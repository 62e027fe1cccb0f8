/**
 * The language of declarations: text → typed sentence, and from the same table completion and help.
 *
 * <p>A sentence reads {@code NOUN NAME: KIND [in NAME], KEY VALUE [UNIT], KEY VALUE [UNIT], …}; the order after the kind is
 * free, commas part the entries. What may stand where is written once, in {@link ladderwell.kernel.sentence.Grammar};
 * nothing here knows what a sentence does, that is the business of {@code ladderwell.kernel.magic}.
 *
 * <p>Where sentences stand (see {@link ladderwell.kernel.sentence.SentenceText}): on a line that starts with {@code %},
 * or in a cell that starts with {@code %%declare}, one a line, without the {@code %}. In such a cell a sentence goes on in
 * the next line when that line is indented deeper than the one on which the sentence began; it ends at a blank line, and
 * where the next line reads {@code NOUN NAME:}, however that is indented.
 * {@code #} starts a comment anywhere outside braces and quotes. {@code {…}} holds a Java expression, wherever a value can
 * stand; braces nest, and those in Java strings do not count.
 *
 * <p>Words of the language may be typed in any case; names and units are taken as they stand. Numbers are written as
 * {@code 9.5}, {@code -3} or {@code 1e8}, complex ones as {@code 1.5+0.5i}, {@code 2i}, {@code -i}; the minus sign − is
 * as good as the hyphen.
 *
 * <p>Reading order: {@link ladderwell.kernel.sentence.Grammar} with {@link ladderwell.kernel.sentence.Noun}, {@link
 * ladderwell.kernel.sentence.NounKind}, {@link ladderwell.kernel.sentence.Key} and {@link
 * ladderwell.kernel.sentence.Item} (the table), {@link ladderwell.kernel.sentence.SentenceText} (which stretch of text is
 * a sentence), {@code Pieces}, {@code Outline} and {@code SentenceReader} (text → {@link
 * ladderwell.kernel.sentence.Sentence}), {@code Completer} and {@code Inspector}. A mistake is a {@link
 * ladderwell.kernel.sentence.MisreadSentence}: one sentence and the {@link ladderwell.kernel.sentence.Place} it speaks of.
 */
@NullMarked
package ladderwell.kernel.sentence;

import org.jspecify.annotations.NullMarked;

-------

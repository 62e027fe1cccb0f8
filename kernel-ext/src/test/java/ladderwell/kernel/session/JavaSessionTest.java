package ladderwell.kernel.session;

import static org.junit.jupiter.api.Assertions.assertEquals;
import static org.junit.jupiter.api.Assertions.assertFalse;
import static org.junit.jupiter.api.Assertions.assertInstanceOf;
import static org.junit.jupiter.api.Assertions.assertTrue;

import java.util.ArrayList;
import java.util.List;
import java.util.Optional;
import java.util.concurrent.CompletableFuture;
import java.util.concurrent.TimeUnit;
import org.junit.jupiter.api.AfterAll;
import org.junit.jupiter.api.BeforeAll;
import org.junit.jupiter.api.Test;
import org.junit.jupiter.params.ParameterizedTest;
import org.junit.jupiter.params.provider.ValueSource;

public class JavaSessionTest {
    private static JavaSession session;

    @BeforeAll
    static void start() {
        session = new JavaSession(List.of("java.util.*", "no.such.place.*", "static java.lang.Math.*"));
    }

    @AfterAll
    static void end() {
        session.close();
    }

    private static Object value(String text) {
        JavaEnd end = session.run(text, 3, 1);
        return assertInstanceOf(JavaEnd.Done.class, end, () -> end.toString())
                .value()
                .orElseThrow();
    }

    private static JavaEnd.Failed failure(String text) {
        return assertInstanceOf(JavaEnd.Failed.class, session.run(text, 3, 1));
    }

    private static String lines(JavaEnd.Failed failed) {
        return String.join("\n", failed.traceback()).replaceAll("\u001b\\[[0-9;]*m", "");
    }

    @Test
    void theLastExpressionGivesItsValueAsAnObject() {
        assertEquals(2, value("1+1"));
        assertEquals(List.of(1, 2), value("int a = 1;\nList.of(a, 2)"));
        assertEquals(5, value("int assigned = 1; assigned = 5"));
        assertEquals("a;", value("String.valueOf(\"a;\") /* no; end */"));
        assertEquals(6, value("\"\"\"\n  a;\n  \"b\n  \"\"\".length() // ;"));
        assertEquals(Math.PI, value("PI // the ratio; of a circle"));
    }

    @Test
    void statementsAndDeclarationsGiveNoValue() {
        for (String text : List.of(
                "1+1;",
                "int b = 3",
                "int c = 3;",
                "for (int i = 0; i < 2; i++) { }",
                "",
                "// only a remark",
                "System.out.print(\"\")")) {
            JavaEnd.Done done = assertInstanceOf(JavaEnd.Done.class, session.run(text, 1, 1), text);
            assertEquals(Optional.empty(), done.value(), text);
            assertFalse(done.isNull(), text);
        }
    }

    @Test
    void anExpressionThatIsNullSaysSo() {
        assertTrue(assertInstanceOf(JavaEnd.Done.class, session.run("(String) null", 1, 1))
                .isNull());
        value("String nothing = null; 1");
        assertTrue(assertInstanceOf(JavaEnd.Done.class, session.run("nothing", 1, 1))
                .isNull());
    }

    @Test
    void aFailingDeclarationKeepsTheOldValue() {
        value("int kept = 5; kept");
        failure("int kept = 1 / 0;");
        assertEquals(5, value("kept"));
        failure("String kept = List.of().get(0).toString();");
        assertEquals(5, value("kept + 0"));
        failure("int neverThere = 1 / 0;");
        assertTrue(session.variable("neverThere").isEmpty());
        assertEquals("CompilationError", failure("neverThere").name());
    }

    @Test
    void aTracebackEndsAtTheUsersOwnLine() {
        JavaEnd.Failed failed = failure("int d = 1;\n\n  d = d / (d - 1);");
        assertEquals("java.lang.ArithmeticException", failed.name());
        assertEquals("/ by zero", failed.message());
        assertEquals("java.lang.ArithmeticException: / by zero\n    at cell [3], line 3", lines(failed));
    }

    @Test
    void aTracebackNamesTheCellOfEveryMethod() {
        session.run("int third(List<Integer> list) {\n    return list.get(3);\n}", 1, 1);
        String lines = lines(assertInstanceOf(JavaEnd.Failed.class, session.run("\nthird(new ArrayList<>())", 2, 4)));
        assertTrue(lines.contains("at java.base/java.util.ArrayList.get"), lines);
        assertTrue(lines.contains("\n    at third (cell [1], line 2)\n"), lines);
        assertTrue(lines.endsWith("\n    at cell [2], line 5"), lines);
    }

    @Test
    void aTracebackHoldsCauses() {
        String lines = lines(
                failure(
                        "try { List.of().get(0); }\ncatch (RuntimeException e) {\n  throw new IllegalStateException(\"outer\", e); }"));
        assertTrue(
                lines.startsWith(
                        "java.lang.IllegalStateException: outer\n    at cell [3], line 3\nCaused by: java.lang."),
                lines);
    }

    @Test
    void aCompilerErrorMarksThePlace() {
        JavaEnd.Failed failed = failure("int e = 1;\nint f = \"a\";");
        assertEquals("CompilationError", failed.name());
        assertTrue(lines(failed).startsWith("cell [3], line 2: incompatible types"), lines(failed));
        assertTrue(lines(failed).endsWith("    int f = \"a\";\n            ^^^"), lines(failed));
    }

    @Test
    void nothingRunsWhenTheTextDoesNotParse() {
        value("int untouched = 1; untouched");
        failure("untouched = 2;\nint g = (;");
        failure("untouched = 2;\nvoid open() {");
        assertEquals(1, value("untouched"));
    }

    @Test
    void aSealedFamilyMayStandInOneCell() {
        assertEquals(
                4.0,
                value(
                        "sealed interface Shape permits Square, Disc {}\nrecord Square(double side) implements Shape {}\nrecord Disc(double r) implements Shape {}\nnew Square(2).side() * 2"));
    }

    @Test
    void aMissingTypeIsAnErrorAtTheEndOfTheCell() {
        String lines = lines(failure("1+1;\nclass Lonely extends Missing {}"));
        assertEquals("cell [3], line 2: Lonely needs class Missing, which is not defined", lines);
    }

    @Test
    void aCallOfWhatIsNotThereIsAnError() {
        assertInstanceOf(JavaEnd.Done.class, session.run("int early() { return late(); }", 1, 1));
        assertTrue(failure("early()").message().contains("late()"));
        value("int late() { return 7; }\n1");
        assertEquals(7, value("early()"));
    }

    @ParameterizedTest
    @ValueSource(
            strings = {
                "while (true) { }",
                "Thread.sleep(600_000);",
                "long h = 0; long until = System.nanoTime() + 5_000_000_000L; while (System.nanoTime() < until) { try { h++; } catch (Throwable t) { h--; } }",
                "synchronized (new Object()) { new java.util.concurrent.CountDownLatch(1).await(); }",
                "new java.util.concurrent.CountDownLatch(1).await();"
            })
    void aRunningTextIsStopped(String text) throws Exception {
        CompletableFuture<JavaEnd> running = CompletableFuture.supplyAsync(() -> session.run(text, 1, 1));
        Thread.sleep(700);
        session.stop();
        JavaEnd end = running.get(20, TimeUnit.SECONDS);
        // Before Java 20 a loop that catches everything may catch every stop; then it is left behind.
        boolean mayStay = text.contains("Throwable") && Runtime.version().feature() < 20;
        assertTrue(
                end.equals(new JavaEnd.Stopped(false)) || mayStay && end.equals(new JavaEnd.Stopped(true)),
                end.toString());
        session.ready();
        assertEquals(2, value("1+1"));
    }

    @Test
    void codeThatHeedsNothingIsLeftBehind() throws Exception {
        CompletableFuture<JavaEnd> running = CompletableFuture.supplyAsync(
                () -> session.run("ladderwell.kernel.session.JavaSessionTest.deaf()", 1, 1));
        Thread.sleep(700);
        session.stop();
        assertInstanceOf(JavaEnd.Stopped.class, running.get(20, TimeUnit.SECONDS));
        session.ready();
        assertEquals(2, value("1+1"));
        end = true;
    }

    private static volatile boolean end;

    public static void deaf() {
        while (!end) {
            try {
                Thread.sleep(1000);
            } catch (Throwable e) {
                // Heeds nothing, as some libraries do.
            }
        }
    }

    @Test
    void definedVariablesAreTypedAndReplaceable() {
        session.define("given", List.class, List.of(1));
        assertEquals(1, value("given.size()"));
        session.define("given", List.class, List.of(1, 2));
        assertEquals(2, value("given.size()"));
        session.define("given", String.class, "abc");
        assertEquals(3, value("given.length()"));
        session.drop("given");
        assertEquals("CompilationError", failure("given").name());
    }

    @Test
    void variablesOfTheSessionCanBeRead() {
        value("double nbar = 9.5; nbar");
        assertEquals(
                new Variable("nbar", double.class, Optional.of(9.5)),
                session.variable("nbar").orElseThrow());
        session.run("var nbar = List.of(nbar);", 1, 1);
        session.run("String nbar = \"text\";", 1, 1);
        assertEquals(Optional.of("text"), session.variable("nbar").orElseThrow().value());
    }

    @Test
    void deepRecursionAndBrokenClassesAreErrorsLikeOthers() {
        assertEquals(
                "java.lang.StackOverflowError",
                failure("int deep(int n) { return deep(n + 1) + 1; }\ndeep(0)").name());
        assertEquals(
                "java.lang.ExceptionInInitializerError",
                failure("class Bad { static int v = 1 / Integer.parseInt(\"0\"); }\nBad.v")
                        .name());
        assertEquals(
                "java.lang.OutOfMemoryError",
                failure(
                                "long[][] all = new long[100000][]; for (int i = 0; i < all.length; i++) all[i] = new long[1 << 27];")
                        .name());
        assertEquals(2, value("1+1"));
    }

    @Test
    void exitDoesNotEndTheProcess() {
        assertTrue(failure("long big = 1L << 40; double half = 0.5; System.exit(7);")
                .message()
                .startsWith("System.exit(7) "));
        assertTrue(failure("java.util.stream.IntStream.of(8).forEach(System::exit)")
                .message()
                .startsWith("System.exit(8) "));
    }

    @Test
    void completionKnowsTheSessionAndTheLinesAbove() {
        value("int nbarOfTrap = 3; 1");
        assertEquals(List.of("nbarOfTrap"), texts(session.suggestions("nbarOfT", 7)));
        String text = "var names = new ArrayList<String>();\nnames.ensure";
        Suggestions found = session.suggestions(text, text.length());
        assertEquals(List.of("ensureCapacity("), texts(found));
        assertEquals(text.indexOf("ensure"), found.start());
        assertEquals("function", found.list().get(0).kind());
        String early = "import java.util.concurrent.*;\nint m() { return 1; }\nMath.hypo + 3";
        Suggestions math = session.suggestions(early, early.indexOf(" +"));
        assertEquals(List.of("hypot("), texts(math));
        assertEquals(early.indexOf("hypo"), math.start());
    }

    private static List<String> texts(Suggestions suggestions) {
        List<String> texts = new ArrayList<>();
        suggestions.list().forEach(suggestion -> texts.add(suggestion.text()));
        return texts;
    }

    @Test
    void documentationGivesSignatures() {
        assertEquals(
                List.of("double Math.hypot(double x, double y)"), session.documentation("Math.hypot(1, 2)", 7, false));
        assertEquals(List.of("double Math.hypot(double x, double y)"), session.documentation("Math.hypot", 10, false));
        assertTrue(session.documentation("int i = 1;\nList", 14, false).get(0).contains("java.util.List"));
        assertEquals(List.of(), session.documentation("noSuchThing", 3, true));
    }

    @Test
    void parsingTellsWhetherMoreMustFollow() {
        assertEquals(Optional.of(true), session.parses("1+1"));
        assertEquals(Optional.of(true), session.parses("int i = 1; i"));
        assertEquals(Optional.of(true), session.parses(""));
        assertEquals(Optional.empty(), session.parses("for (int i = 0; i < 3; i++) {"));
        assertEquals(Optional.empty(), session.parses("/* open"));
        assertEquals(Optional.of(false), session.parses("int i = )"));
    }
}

-------

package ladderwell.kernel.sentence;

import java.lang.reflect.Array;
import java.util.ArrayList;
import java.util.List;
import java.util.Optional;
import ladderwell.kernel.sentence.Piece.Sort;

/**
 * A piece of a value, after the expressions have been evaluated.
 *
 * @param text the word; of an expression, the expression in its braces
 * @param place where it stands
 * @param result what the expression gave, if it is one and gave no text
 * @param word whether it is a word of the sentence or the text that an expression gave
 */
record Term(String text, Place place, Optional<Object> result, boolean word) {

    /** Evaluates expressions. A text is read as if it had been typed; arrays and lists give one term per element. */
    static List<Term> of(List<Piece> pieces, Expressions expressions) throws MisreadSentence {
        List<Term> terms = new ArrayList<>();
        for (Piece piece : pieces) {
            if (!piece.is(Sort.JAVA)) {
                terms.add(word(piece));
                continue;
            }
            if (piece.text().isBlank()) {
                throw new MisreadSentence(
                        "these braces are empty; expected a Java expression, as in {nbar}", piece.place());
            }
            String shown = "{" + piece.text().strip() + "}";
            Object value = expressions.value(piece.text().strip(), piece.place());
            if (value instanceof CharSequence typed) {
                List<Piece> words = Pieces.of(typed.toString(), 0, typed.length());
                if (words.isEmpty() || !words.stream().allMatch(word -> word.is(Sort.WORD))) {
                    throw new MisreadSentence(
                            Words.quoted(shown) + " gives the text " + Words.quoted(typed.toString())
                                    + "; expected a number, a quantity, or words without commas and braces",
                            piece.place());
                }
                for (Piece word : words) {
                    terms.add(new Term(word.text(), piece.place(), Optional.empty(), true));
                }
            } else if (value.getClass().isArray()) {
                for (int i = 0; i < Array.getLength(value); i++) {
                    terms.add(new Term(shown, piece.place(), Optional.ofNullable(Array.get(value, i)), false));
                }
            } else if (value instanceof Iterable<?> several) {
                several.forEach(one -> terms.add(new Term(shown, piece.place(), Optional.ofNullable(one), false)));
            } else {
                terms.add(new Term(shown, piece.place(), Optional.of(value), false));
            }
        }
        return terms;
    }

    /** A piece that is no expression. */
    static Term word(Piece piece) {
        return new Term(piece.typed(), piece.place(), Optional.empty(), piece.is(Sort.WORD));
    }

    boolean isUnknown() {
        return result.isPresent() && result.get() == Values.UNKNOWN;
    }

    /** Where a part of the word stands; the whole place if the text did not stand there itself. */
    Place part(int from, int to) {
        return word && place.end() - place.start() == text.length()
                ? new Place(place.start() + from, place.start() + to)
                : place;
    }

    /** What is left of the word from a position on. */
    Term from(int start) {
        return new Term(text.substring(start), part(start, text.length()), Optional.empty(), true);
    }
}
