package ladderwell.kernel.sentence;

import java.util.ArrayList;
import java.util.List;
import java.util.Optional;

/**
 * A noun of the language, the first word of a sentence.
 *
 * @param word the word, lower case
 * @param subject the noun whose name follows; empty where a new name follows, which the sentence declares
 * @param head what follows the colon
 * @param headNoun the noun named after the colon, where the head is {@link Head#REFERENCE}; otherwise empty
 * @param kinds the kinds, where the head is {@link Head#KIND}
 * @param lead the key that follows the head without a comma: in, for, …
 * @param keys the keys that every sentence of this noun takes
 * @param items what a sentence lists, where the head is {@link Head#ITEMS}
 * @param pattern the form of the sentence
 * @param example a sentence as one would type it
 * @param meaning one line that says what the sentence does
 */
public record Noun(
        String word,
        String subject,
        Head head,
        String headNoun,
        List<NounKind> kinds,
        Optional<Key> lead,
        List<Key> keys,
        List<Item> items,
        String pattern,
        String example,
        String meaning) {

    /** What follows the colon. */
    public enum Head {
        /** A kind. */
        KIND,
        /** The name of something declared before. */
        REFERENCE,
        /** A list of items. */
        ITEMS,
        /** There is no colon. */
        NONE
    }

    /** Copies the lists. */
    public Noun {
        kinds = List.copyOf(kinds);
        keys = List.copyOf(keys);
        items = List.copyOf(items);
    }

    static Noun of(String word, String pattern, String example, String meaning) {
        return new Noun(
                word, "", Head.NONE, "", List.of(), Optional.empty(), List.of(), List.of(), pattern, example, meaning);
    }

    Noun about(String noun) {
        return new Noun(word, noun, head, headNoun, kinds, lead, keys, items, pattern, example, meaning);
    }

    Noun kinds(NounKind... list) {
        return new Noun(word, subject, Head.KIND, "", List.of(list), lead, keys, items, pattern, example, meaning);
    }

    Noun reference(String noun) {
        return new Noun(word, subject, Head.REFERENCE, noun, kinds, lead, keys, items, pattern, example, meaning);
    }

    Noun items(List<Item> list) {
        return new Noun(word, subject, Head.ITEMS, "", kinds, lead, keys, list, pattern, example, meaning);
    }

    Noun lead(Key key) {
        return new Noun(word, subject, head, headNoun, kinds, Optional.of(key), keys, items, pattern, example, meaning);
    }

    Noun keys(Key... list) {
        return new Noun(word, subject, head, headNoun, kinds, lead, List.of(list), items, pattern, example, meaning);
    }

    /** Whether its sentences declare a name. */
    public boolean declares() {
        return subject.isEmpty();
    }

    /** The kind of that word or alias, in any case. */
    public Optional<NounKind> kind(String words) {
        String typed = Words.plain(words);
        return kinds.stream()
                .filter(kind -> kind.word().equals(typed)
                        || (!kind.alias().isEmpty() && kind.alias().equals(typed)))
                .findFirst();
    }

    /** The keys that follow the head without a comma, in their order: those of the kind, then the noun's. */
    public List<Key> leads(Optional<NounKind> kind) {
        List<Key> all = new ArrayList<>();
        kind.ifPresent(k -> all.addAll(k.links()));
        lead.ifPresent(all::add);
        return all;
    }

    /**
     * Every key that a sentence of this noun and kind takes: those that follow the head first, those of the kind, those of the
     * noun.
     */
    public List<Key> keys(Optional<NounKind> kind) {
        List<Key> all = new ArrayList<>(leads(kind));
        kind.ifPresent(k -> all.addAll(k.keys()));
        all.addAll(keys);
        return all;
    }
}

-------

DESCRIPTION OF THE TASK:
Return only the stretch of the material above from the line holding "blank line, and" through the line holding "minus sign − is", copied exactly.

WRITTEN REPLY:
 * the next line when that line is indented deeper than the one on which the sentence began; it ends at a blank line, and
 * where the next line reads {@code NOUN NAME:}, however that is indented.
 * {@code #} starts a comment anywhere outside braces and quotes. {@code {…}} holds a Java expression, wherever a value can
 * stand; braces nest, and those in Java strings do not count.
 *
 * <p>Words of the language may be typed in any case; names and units are taken as they stand. Numbers are written as
 * {@code 9.5}, {@code -3} or {@code 1e8}, complex ones as {@code 1.5+0.5i}, {@code 2i}, {@code -i}; the minus sign − is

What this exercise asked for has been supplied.